Although to my human eyes this is flooded farmland, with sheep and cattle grazing in the surrounding fields and nurturing their own young, it is possible that it has only been drained in the past few generations.

Perhaps a lake did exist here, but the water has been diverted to create extra land for grazing and crops. The recent heavy rains may have simply gathered in what was once natural wetlands in which wild fowl would have lived and in which even fish might have once swum.

The temporary return of the lake may not impact too much on the agricultural viability of the fields which it now occupies if it evaporates and drains away by next month. Indeed, it might even help improve the soil's fertility by depositing nutrients there.

Many of our towns and cities are built on flood plains that have been drained, or where rivers have been channelled underground, and, as we have seen all too often in the past, nature is not something that likes to be contained.

Draining water from a lake or wetland is far from the most violent act which humans have committed against our environment, but it does highlight our hubris when it comes to nature.

It is a human arrogance to believe that a landscape that evolved over millions of years can somehow be contained and made to bend to the will to one of the species that emerged from it.
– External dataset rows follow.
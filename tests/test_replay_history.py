"""Rolling inceptions over a real index and its implied vol, against a plain pandas account of the same trades."""

import numpy as np
import pandas as pd
import pytest
from scipy.special import ndtr

from hedgesim.book import Expiry, Position
from hedgesim.costs import CostTerms
from hedgesim.engine.inceptions import Inceptions, lay_inceptions
from hedgesim.engine.replay import replay_laid
from hedgesim.paths.prices import SeriesColumns, read_prices
from hedgesim.schedules import Schedule

LIFE, RATE, YIELD = 21, 0.01, 0.02
EVERY = (1, 2, 5, 10, 21)
HALF_SPREAD, PER_UNIT, PER_TRADE = 0.0002, 0.01, 0.05


@pytest.fixture(scope="module")
def index():
    """Closes of the S&P 500 and of the VIX, 2014-2018, as shipped with the `arch` package."""
    sp500 = pytest.importorskip("arch.data.sp500").load()
    vix = pytest.importorskip("arch.data.vix").load()
    joined = sp500[["Close"]].join(vix, how="inner").dropna()
    assert len(joined) == 1257
    return joined


@pytest.fixture(scope="module")
def replayed(index, tmp_path_factory):
    file = tmp_path_factory.mktemp("prices") / "index.csv"
    index.to_csv(file, date_format="%Y-%m-%d")
    history = read_prices(
        file,
        time="Date",
        time_unit_years=None,
        series={"index": SeriesColumns("Close", "vix", 0.01)},
        day_count="business-252",
    )
    call = Position(
        underlying=0,
        is_call=True,
        strike=1.0,
        strike_of_spot=True,
        amount=-1.0,
        is_notional=False,
        expiry=Expiry(days=float(LIFE)),
    )
    laid = lay_inceptions(
        history,
        [call],
        rate=RATE,
        yield_rate=np.array([YIELD]),
        is_future=np.zeros(1, bool),
        mark_vol=np.array([np.nan]),
        hedge_vol=np.array([np.nan]),
        initial_units=np.zeros(1),
        schedules=[Schedule(f"every {n}d", "days", float(n)) for n in EVERY],
        inceptions=Inceptions("days", 1.0),
    )
    costs = CostTerms(np.array([HALF_SPREAD]), np.array([PER_UNIT]), np.array([PER_TRADE]))
    return laid, replay_laid(laid, costs=costs, seed=11)


def hedged_short_call(index: pd.DataFrame, every: int) -> pd.DataFrame:
    """Final account of a short at-the-money call sold at every close, discounted, and the costs paid."""
    close, vol = index["Close"], index["vix"] / 100
    strike = close
    cash = pd.Series(0.0, index=index.index)
    held = pd.Series(0.0, index=index.index)
    costs = pd.Series(0.0, index=index.index)
    for day in range(LIFE + 1):
        spot, tau = close.shift(-day), (LIFE - day) / 252
        if day > 0:
            cash = cash * np.exp(RATE / 252) + held * spot * (np.exp(YIELD / 252) - 1)
        if day == LIFE:
            cash = cash - (spot - strike).clip(lower=0.0)
            wanted = pd.Series(0.0, index=index.index)
        else:
            root = vol * np.sqrt(tau)
            d1 = (np.log(spot / strike) + (RATE - YIELD) * tau) / root + root / 2
            wanted = np.exp(-YIELD * tau) * ndtr(d1)
            if day == 0:
                cash = cash + spot * wanted - strike * np.exp(-RATE * tau) * ndtr(d1 - root)
        if day % every == 0 or day == LIFE:
            trade = wanted - held
            # No ticket for a trade below 1e-9 of the book's units: the delta of a call that is all but worthless.
            cost = HALF_SPREAD * trade.abs() * spot + PER_UNIT * trade.abs() + PER_TRADE * (trade.abs() > 1e-9)
            cash = cash - trade * spot - cost
            costs = costs + cost * np.exp(-RATE * day / 252)
            held = held + trade
    return pd.DataFrame({"total": cash * np.exp(-RATE * LIFE / 252), "costs": costs, "spot": close}).iloc[:-LIFE]


@pytest.mark.parametrize("every", EVERY)
def test_every_inception_agrees_with_the_plain_account(index, replayed, every):
    _, ledger = replayed
    k = ledger.schedules.index(f"every {every}d")
    plain = hedged_short_call(index, every)
    assert ledger.count == len(plain) == 1257 - LIFE
    assert (np.abs(ledger.totals[k] - plain["total"]) / plain["spot"]).max() < 1e-10
    costs = -ledger.detail[k, 0, 6:9].sum(axis=0)
    assert (np.abs(costs - plain["costs"]) / plain["spot"]).max() < 1e-10


def test_identity_holds_on_every_inception(replayed):
    laid, ledger = replayed
    spot = np.array([life.market.spot[0] for life in laid.inceptions])
    gap = ledger.detail.sum(axis=(1, 2)) - ledger.totals
    assert np.abs(gap / spot).max() < 1e-12


def test_the_daily_schedule_is_the_reference_and_none_is_added(replayed):
    laid, ledger = replayed
    assert ledger.schedules == tuple(f"every {n}d" for n in EVERY)
    assert ledger.reference == 0
    assert not laid.reference_added
    assert np.abs(ledger.detail[0, 0, ledger.components.index("lag")]).max() < 1e-9


def test_vols_strikes_and_dates_are_those_of_the_inception(index, replayed):
    laid, _ = replayed
    for n in (0, 500, 1235):
        life = laid.inceptions[n]
        assert life.label == str(index.index[n].date())
        assert life.book.strike[0] == life.market.spot[0] == index["Close"].iloc[n]
        assert life.book.mark_vol[0] == life.book.hedge_vol[0] == pytest.approx(index["vix"].iloc[n] / 100, rel=1e-15)
        assert life.book.expiry_look[0] == life.grid.looks == LIFE


def test_variance_below_the_look_is_that_of_steps_conditionally_normal(replayed):
    # Given g and the variance v of a look, Var(1/2 g (R^2 - v)) = 1/2 g^2 v^2 and E[R^4] = 3 v^2: so (1/6) g^2 R^4.
    laid, ledger = replayed
    from hedgesim.pricing import greeks

    total = 0.0
    for life in laid.inceptions:
        tau = life.book.expiry_t[0] - life.grid.t[:-1]
        gamma = greeks(
            life.price[0, :-1],
            life.book.strike[0],
            years=tau,
            variance_years=tau,
            vol=life.book.hedge_vol[0],
            rate=RATE,
            growth=RATE - YIELD,
            is_call=True,
        ).gamma
        x = life.price[0] * np.exp(-(RATE - YIELD) * life.grid.t)
        g = np.exp(-RATE * life.grid.t[:-1]) * life.price[0, :-1] ** 2 * gamma
        total += (g**2 * (np.diff(x) / x[:-1]) ** 4).sum() / 6
    assert ledger.below_look == pytest.approx(total / ledger.count, rel=1e-10)


def test_bootstrap_error_of_the_mean_is_the_stationary_bootstraps_own(replayed):
    # The stationary bootstrap of Politis and Romano (1994), JASA 89: two places i apart fall in one block with
    # probability (1-p)^i and are independent otherwise, so that given the data n Var(mean*) is
    # c(0) + 2 sum (1 - i/n) (1-p)^i c(i) with circular autocovariances c (derived). 999 resamples know a standard
    # deviation to 2.2 %; the limit is four of those.
    _, ledger = replayed
    n, p = ledger.count, 1 / LIFE
    lag = np.arange(1, n)
    mean = ledger.replicates.mean.sum(axis=2)
    for k in range(len(ledger.schedules)):
        x = ledger.totals[k] - ledger.totals[k].mean()
        c = np.fft.ifft(np.abs(np.fft.fft(x)) ** 2).real / n
        variance = (c[0] + 2 * ((1 - lag / n) * (1 - p) ** lag * c[1:]).sum()) / n
        assert float(ledger.replicates.spread(mean[:, k])) == pytest.approx(np.sqrt(variance), rel=0.09)
        # The overlap of lives matters: independent inceptions would claim far less.
        assert variance > 4 * c[0] / n
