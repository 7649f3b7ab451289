"""The command line: real processes for exit statuses and imports, recorded calls for what a command hands on."""

import json
import subprocess
import sys
import types
from pathlib import Path
from typing import Any

import pytest
from click.testing import CliRunner

import hedgesim
from hedgesim.cli import main
from hedgesim.errors import ExperimentError, Problem, RunError
from hedgesim.experiment.schema import json_schema

EXPERIMENT = """\
title: One call
market:
  underlyings:
    CORVANE: {spot: 100, mark_vol: 22%}
book:
  - {type: call, strike: 105, expiry: 63d, quantity: -500}
paths: {source: gbm, realised_vol: 19%, looks_per_day: 8}
schedules:
  - {every: 1h}
"""
HEAVY = ("numba", "pandas", "matplotlib", "scipy.stats")


@pytest.fixture(autouse=True)
def _in_folder(tmp_path: Path, monkeypatch: pytest.MonkeyPatch) -> None:
    monkeypatch.chdir(tmp_path)
    Path("x.yaml").write_text(EXPERIMENT)
    Path("bad.yaml").write_text(EXPERIMENT.replace("spot:", "spott:").replace("every: 1h", "every: 1x"))


def hedgesim_process(*arguments: str) -> subprocess.CompletedProcess[str]:
    command = [sys.executable, "-c", "from hedgesim.cli import main; main(prog_name='hedgesim')", *arguments]
    return subprocess.run(command, capture_output=True, text=True, check=False)


def test_the_version_is_that_of_the_package() -> None:
    done = hedgesim_process("--version")
    assert (done.returncode, done.stdout) == (0, f"hedgesim {hedgesim.__version__}\n")


def test_help_names_the_commands_and_the_exit_statuses() -> None:
    done = hedgesim_process("--help")
    assert done.returncode == 0
    assert [line.split()[0] for line in done.stdout.partition("Commands:\n")[2].splitlines()] == [
        "check",
        "run",
        "schema",
    ]
    assert "Exit status: 0 done, 1 the run failed, 2 the input is wrong." in done.stdout


@pytest.mark.parametrize("command", ["check", "run"])
def test_wrong_input_is_told_on_stderr_with_status_2_and_writes_nothing(command: str) -> None:
    before = sorted(Path().iterdir())
    done = hedgesim_process(command, "bad.yaml", "--set", "study.confidence=95")
    assert done.returncode == 2
    assert done.stdout == ""
    assert done.stderr.splitlines() == [
        "bad.yaml:4:15: market.underlyings.CORVANE.spott: unknown key 'spott' - did you mean 'spot'?",
        "bad.yaml:9:13: schedules.0.every: unknown unit 'x' in '1x' - write a number with min, h, d, w or y, such as "
        "30min or 5d; a bare number or 20/52 is years",
        "--set study.confidence: 95 looks like a percentage - write 95%",
    ]
    assert sorted(Path().iterdir()) == before


@pytest.mark.parametrize(
    ("arguments", "told"),
    [
        (
            ("check", "nowhere.yaml"),
            "nowhere.yaml: cannot be read (no such file or directory) - name an experiment file",
        ),
        (("check",), "Missing argument 'FILE'"),
        (("chek", "x.yaml"), "No such command 'chek'"),
        (("run", "x.yaml", "--threads", "0"), "Invalid value for '--threads'"),
        (("run", "x.yaml", "--ledgr"), "No such option"),
    ],
)
def test_a_wrong_command_line_has_status_2(arguments: tuple[str, ...], told: str) -> None:
    done = hedgesim_process(*arguments)
    assert done.returncode == 2
    assert told in done.stderr


def test_schema_prints_the_json_schema() -> None:
    done = hedgesim_process("schema")
    assert done.returncode == 0
    assert json.loads(done.stdout) == json_schema()
    assert set(json.loads(done.stdout)["required"]) == {"title", "market", "book", "paths", "schedules"}


@pytest.mark.parametrize(
    "arguments",
    [
        ("--help",),
        ("run", "--help"),
        ("schema",),
        ("check", "bad.yaml"),
        ("check", "x.yaml"),
    ],
)
def test_light_commands_load_no_heavy_module(arguments: tuple[str, ...]) -> None:
    script = (
        "import sys\n"
        "from hedgesim.cli import main\n"
        "try:\n    main(sys.argv[1:])\n"
        "except SystemExit as done:\n    status = done.code or 0\n"
        f"print('status', status, [name for name in {HEAVY} if name in sys.modules])\n"
    )
    done = subprocess.run([sys.executable, "-c", script, *arguments], capture_output=True, text=True, check=False)
    status = 2 if "bad.yaml" in arguments else 0
    assert done.stdout.splitlines()[-1:] == [f"status {status} []"], done.stderr


@pytest.fixture
def rooms(monkeypatch: pytest.MonkeyPatch) -> dict[str, Any]:
    """Stand-ins for the rooms that resolve and run, which record how they are called."""
    seen: dict[str, Any] = {"raises": None}

    def run_file(path: Path, **options: Any) -> Path:
        seen["run"] = (path, options)
        if seen["raises"] is not None:
            raise seen["raises"]
        return options["out"] or Path("reports") / path.stem

    def describe(loaded: Any) -> list[str]:
        seen["describe"] = loaded
        return ["forward 100", "net delta -120"]

    for name, function in (("run", run_file), ("resolve", describe)):
        module = types.ModuleType(f"hedgesim.experiment.{name}")
        setattr(module, function.__name__, function)
        monkeypatch.setitem(sys.modules, module.__name__, module)
    return seen


def test_run_hands_on_every_option_and_prints_the_folder(rooms: dict[str, Any]) -> None:
    arguments = "run x.yaml --out o --overwrite --threads 2 --set paths.seed=0 --set paths.count=9 --ledger --quiet"
    result = CliRunner().invoke(main, arguments.split())
    assert (result.exit_code, result.stdout) == (0, "o\n")
    assert rooms["run"] == (
        Path("x.yaml"),
        {
            "out": Path("o"), "overwrite": True, "threads": 2, "overrides": ("paths.seed=0", "paths.count=9"),
            "ledger": True, "quiet": True,
        },
    )  # fmt: skip


def test_run_without_options_leaves_the_choices_to_the_run(rooms: dict[str, Any]) -> None:
    result = CliRunner().invoke(main, ["run", "x.yaml"])
    assert (result.exit_code, result.stdout) == (0, f"{Path('reports') / 'x'}\n")
    assert rooms["run"][1] == {
        "out": None, "overwrite": False, "threads": None, "overrides": (), "ledger": False, "quiet": False,
    }  # fmt: skip


@pytest.mark.parametrize(
    ("raised", "status", "told"),
    [
        (RunError("reports/x holds another experiment - give --overwrite"), 1, None),
        (KeyboardInterrupt(), 1, "stopped, nothing written"),
        (
            ExperimentError([Problem("x.yaml", 3, 1, "book", "too long", "shorten it")]),
            2,
            "x.yaml:3:1: book: too long - shorten it",
        ),
    ],
)
def test_a_run_that_fails_says_why(rooms: dict[str, Any], raised: BaseException, status: int, told: str | None) -> None:
    rooms["raises"] = raised
    result = CliRunner().invoke(main, ["run", "x.yaml"])
    assert (result.exit_code, result.stdout) == (status, "")
    assert result.stderr == f"{told or raised}\n"


def test_check_prints_what_would_be_run(rooms: dict[str, Any]) -> None:
    result = CliRunner().invoke(main, ["check", "x.yaml", "--set", "paths.seed=0"])
    assert (result.exit_code, result.stdout) == (0, "forward 100\nnet delta -120\n")
    assert rooms["describe"].experiment.paths.seed == 0
    assert rooms["describe"].path == Path("x.yaml")
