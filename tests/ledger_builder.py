"""Ledgers made from per-path components, and a plain hedging simulation to fill them."""

from dataclasses import dataclass

import numpy as np

from hedgesim.engine.ledger import Ledger, Moments, Replicates, Watch
from hedgesim.market import frozen
from hedgesim.pricing import greeks
from hedgesim.schedules import Compiled


def build_ledger(
    detail,
    *,
    components,
    schedules=None,
    underlyings=("CORVANE",),
    groups=32,
    resamples=None,
    reference=-1,
    keep_detail=True,
    engine="simulate",
    below_look=float("nan"),
):
    """Ledger from `detail` (schedule, underlying, component, path); bootstrap when `resamples` (resample, path) is given.

    `groups` of zero leaves the ledger without resamples.
    """
    s, u, c, n = detail.shape
    flat = detail.reshape(s, u * c, n)
    if resamples is None:
        cut = np.arange(n) * groups // n
        pairs = [_moments(flat[:, :, cut != g]) for g in range(groups)]
        factor, kind = (groups - 1) / max(groups, 1), "jackknife"
    else:
        pairs = [_moments(flat[:, :, pick]) for pick in resamples]
        factor, kind = 1.0 / (len(resamples) - 1), "bootstrap"
    mean, cov = _moments(flat)
    zeros = np.zeros(s)
    return Ledger(
        engine=engine,
        schedules=tuple(schedules or (f"s{i}" for i in range(s))),
        underlyings=tuple(underlyings),
        components=tuple(components),
        count=n,
        moments=Moments(frozen(mean), frozen(cov)),
        replicates=Replicates(
            frozen(np.array([p[0] for p in pairs]).reshape(-1, *mean.shape)),
            frozen(np.array([p[1] for p in pairs]).reshape(-1, *cov.shape)),
            factor,
            kind,
        ),
        totals=frozen(flat.sum(axis=1)),
        trades=frozen(np.arange(s) + 2.0),
        turnover=frozen(zeros + 1000.0),
        reference=reference,
        watch=Watch(n, frozen(zeros + 3.0), frozen(zeros + 9.0), frozen(zeros + 1.0), frozen(zeros - 2.0)),
        resamples=None if resamples is None else frozen(resamples, np.int64),
        detail=frozen(detail) if keep_detail else None,
        below_look=below_look,
    )


def _moments(flat):
    mean = flat.mean(axis=-1)
    centred = flat - mean[..., None]
    with np.errstate(invalid="ignore"):  # one path has no covariance
        return mean, centred @ centred.transpose(0, 2, 1) / np.float64(flat.shape[-1] - 1)


def compiled(names, trades, *, looks=None, years=0.25, equal=None):
    """Time-based rules of `trades` equal intervals over `years`."""
    looks = looks or int(max(trades))
    trades_at = np.zeros((len(names), looks + 1), dtype=bool)
    for row, n in enumerate(trades):
        trades_at[row, np.round(np.arange(n + 1) * looks / n).astype(int)] = True
    return Compiled(
        names=tuple(names),
        trades_at=frozen(trades_at, bool),
        intervals=frozen(trades, np.int64),
        interval_years=frozen(years / np.asarray(trades, dtype=float)),
        equal=frozen(np.ones(len(names)) if equal is None else equal, bool),
    )


HEDGED = ("revaluation", "vol_gap", "sampling", "lag", "remainder", "costs.spread", "costs.tickets")


@dataclass(frozen=True)
class Hedged:
    """Result of `hedge_calls`: components (schedule, component, path) and the cash account (schedule, path)."""

    components: np.ndarray
    cash: np.ndarray


def hedge_calls(
    *, trades, looks, paths, seed, realised=0.25, vol=0.2, units=-1.0, years=0.25, half_spread=0.0005, ticket=0.0
):
    """Short-call hedges under GBM without rate, `trades` equal intervals; identity parts and the cash account apart."""
    rng = np.random.default_rng(seed)
    strike, dt = 100.0, years / looks
    price = np.full(paths, 100.0)
    size = len(trades)
    held, cash = np.zeros((size, paths)), np.zeros((size, paths))
    out = np.zeros((size, len(HEDGED), paths))
    g = _call(price, strike, years, vol)
    value, target, gamma = units * g.value, -units * g.delta, units * g.gamma
    cash -= value
    for i in range(looks):
        for row, n in enumerate(trades):
            if i % (looks // n) == 0:
                _trade(out[row], cash[row], held[row], target, price, half_spread, ticket)
        after = price * np.exp(realised * np.sqrt(dt) * rng.standard_normal(paths) - 0.5 * realised**2 * dt)
        step, square = after - price, np.square(after / price - 1.0)
        cash_gamma = gamma * np.square(price)
        out[:, 1] += 0.5 * cash_gamma * (np.expm1(realised**2 * dt) - vol**2 * dt)
        out[:, 2] += 0.5 * cash_gamma * (square - np.expm1(realised**2 * dt))
        out[:, 3] += (held - target) * step
        g = _call(after, strike, years - (i + 1) * dt, vol)
        change = units * g.value - value
        out[:, 4] += change + target * step - 0.5 * cash_gamma * (square - vol**2 * dt)
        price, value, target, gamma = after, units * g.value, -units * g.delta, units * g.gamma
    for row in range(size):
        _trade(out[row], cash[row], held[row], np.zeros(paths), price, half_spread, ticket)
    return Hedged(out, cash + units * np.maximum(price - strike, 0.0) + 0.0)


def _trade(out, cash, held, to, price, half_spread, ticket):
    size = np.abs(to - held)
    spread, tickets = -half_spread * size * price, -ticket * (size > 0)
    out[5] += spread
    out[6] += tickets
    cash += (held - to) * price + spread + tickets
    held[:] = to


def _call(price, strike, years, vol):
    return greeks(
        price,
        strike,
        years=years,
        variance_years=max(years, 0.0) if years > 1e-12 else 0.0,
        vol=vol,
        rate=0.0,
        growth=0.0,
        is_call=True,
    )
The coots and the ducks swimming on the rapidly disappearing small lake in Co Down may find themselves homeless in a few weeks unless there is another series of deluges to re-saturate the surrounding landscape.

However, maybe the race memories that they carry, about where they can nest and thrive, somehow sense that this landscape is naturally a wetland and that it is only a matter of time before a lake becomes a permanent feature here once again.